§ **What you will do**: Find the line containing "return 1e9 *" in the records below. Copy exactly that line and each one after it, ending at the line containing "event of many", and nothing more.

§ **Input material**:
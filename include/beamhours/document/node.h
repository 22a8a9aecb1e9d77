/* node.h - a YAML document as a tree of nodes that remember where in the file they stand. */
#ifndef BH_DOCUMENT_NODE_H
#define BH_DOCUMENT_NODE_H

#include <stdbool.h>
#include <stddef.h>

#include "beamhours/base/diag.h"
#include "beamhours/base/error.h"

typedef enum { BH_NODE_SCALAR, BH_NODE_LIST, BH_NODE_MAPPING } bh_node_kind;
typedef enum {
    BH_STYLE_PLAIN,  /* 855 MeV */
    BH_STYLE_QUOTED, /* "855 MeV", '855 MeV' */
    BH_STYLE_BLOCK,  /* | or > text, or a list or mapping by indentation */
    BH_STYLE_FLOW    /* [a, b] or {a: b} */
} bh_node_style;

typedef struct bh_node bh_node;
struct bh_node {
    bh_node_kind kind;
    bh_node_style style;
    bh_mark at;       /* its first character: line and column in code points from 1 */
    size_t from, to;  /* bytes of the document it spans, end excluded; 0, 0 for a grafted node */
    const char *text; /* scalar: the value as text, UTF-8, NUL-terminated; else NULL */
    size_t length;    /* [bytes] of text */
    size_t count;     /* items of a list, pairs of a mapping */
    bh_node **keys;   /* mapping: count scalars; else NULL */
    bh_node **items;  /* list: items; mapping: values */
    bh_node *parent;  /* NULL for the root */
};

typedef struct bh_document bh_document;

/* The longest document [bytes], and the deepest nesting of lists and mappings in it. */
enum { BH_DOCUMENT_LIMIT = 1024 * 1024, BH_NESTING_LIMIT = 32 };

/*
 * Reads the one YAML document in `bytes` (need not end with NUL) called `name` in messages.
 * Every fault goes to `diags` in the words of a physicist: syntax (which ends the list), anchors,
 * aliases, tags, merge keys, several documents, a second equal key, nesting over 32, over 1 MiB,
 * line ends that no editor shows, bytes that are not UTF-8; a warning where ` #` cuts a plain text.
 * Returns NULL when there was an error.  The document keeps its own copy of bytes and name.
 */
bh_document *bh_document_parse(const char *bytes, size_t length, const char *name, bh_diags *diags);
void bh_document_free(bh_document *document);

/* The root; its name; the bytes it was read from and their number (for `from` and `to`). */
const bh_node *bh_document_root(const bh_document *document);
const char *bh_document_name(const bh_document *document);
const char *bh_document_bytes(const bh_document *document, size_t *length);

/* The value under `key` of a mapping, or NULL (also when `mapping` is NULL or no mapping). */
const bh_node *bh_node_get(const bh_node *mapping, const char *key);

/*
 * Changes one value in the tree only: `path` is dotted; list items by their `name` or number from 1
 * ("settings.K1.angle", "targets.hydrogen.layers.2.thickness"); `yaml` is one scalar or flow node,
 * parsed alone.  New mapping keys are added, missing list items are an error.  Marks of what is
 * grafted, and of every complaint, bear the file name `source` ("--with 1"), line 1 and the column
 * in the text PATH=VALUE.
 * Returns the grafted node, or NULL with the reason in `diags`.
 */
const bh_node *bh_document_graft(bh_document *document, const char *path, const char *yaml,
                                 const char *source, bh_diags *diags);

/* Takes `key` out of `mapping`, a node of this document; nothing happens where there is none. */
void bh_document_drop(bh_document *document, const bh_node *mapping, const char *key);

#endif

...

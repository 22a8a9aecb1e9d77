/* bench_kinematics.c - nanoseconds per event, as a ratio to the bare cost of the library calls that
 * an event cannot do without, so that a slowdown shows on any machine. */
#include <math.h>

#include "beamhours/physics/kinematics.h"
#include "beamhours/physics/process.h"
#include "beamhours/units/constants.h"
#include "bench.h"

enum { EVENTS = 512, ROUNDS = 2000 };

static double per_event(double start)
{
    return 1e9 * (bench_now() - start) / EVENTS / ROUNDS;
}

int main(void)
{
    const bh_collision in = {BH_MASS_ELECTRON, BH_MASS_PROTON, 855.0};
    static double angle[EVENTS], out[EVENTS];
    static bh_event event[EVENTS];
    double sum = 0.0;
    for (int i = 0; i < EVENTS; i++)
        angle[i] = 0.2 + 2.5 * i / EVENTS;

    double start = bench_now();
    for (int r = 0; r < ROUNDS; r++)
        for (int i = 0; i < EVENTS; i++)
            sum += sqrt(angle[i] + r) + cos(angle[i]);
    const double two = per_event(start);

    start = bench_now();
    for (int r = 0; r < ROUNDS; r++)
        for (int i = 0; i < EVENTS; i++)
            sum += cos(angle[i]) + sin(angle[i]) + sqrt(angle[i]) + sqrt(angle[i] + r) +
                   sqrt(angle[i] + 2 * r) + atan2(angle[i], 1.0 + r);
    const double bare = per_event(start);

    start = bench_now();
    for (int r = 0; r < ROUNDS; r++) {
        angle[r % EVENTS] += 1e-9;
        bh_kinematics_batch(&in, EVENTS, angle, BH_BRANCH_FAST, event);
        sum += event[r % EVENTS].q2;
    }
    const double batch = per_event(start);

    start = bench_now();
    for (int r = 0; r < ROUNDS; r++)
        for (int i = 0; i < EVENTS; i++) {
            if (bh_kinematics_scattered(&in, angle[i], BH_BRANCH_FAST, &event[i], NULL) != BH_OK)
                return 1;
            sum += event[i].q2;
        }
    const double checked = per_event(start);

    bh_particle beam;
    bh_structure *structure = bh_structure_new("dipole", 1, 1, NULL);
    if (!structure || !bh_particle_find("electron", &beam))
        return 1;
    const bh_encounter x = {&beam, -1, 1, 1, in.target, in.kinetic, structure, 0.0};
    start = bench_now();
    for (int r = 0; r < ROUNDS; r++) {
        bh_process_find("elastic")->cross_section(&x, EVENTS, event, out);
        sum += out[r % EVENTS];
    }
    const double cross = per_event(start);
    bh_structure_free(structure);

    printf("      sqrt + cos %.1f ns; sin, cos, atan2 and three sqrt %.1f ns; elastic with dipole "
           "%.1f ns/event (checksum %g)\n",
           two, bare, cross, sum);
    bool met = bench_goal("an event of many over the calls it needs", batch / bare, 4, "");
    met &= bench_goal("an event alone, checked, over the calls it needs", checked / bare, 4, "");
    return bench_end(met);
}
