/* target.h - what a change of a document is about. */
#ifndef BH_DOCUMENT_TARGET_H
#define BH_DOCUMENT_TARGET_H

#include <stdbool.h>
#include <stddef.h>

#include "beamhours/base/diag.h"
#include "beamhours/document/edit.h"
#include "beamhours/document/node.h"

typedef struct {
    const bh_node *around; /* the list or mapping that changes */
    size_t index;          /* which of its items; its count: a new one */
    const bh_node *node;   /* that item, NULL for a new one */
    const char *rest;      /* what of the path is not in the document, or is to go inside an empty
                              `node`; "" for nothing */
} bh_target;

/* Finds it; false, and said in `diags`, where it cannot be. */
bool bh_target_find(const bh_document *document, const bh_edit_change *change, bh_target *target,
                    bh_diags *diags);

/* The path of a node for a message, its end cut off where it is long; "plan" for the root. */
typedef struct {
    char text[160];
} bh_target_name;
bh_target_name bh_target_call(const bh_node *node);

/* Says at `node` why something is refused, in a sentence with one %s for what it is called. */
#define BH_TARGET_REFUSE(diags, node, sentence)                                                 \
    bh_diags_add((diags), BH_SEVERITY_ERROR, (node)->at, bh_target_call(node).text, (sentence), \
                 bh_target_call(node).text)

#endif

---

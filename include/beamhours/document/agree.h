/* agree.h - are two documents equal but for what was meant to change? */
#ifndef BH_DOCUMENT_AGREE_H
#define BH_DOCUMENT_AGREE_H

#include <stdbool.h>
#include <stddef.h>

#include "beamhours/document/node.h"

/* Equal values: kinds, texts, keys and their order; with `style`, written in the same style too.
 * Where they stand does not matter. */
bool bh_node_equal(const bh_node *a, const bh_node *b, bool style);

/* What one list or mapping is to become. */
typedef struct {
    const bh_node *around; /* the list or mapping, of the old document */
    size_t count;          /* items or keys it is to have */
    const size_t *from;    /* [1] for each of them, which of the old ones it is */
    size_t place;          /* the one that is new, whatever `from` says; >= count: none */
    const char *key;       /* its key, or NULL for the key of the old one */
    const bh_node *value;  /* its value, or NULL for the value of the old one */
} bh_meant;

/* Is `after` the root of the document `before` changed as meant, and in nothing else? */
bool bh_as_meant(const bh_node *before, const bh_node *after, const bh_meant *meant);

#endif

§ **Response area**:
    return 1e9 * (bench_now() - start) / EVENTS / ROUNDS;
}

int main(void)
{
    const bh_collision in = {BH_MASS_ELECTRON, BH_MASS_PROTON, 855.0};
    static double angle[EVENTS], out[EVENTS];
    static bh_event event[EVENTS];
    double sum = 0.0;
    for (int i = 0; i < EVENTS; i++)
        angle[i] = 0.2 + 2.5 * i / EVENTS;

    double start = bench_now();
    for (int r = 0; r < ROUNDS; r++)
        for (int i = 0; i < EVENTS; i++)
            sum += sqrt(angle[i] + r) + cos(angle[i]);
    const double two = per_event(start);

    start = bench_now();
    for (int r = 0; r < ROUNDS; r++)
        for (int i = 0; i < EVENTS; i++)
            sum += cos(angle[i]) + sin(angle[i]) + sqrt(angle[i]) + sqrt(angle[i] + r) +
                   sqrt(angle[i] + 2 * r) + atan2(angle[i], 1.0 + r);
    const double bare = per_event(start);

    start = bench_now();
    for (int r = 0; r < ROUNDS; r++) {
        angle[r % EVENTS] += 1e-9;
        bh_kinematics_batch(&in, EVENTS, angle, BH_BRANCH_FAST, event);
        sum += event[r % EVENTS].q2;
    }
    const double batch = per_event(start);

    start = bench_now();
    for (int r = 0; r < ROUNDS; r++)
        for (int i = 0; i < EVENTS; i++) {
            if (bh_kinematics_scattered(&in, angle[i], BH_BRANCH_FAST, &event[i], NULL) != BH_OK)
                return 1;
            sum += event[i].q2;
        }
    const double checked = per_event(start);

    bh_particle beam;
    bh_structure *structure = bh_structure_new("dipole", 1, 1, NULL);
    if (!structure || !bh_particle_find("electron", &beam))
        return 1;
    const bh_encounter x = {&beam, -1, 1, 1, in.target, in.kinetic, structure, 0.0};
    start = bench_now();
    for (int r = 0; r < ROUNDS; r++) {
        bh_process_find("elastic")->cross_section(&x, EVENTS, event, out);
        sum += out[r % EVENTS];
    }
    const double cross = per_event(start);
    bh_structure_free(structure);

    printf("      sqrt + cos %.1f ns; sin, cos, atan2 and three sqrt %.1f ns; elastic with dipole "
           "%.1f ns/event (checksum %g)\n",
           two, bare, cross, sum);
    bool met = bench_goal("an event of many over the calls it needs", batch / bare, 4, "");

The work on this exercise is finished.